Give the number of lines in these entries that contain the string "names", with no further comment.

┌──

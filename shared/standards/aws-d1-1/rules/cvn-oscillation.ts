/** Table 6.7: machine oscillation changed by more than 20 %. */
import type { ProcessBlock } from '../../../schemas/welding.ts'
import { plainWords } from '../../common/reading.ts'
import { namedRule } from '../../common/rule-kinds.ts'
import { names } from '../../common/wording.ts'
import type { Rule } from '../../rule.ts'
import { meta } from '../meta.ts'

const swings = (block: ProcessBlock | null): boolean => block?.mechanisation === 'machine' || block?.mechanisation === 'automatic'

/** Oscillation is kept as text, so only equal words can be told to be within 20 %. */
const oscillation = namedRule({
  meta: meta('cvn_oscillation'),
  field: 'technique.oscillation',
  at: 'block',
  label: 'machine oscillation',
  applies: (context) => swings(context.block),
  asked: (context) => (context.block?.technique.oscillation ? [plainWords(context.block.technique.oscillation)] : null),
  tested: (_context, side) => (side.block?.technique.oscillation ? plainWords(side.block.technique.oscillation) : null),
  because: 'With CVN machine oscillation may change by 20 %.',
})

export const cvnOscillation: Rule = {
  ...oscillation,
  check(context, sides, joined) {
    const judged = oscillation.check(context, sides, joined)
    if (judged?.verdict !== 'outside') return judged
    return { ...judged, verdict: 'cannot-tell', sentence: `Machine oscillation is written otherwise than on ${names(sides)}; whether it differs by more than 20 % must be judged by a person.`, missing: ['oscillation in figures on both sides'], fixes: [] }
  },
}
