/** Row 28: pipe diameter by Tables 6.1 and 10.9. */
import { figures, isStated } from '../../common/reading.ts'
import { figureRule } from '../../common/rule-kinds.ts'
import { meta } from '../meta.ts'
import { diameterSpan, lengthRange } from '../ranges.ts'

export const diameter = figureRule({
  meta: meta('thickness_diameter', { id: 'aws-d1-1/diameter', title: 'Diameter', statement: 'Pipe diameter outside the range that the test qualifies: a job size test its own diameter and over, one of 600 mm (24 in.) and over with more than 10 mm (3/8 in.) wall from 600 mm (24 in.), standard test pipes 20 to 100 mm (3/4 to 4 in.) or 100 mm (4 in.) and over (Table 10.9); a plate test pipe from 600 mm (24 in.) (Table 6.1).' }),
  field: 'diameter',
  at: 'weld',
  label: 'pipe diameter',
  dimension: 'length',
  applies: (context) => context.procedure.product !== 'plate',
  asked(context) {
    const { diameter: stated } = context.procedure
    const { min, max, all, fault } = figures(stated, 'length', context.system)
    if (fault) return 'fault'
    if (all) return { min: null, max: null }
    return isStated(stated) ? { min: min ?? max, max: max ?? min } : null
  },
  range(context, side) {
    const span = diameterSpan(context, side)
    // A plate procedure has no diameter to judge; the coupon's own page still shows what it covers of pipe.
    if (context.procedure?.product === 'plate') return { range: lengthRange(context.system, null, null), tested: span.tested, reason: 'The procedure is for plate.' }
    return { range: span.range, tested: span.tested, reason: span.reason, clause: span.clause, basis: span.basis, missing: span.missing }
  },
})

└──

=== EXERCISE ANSWER ===
2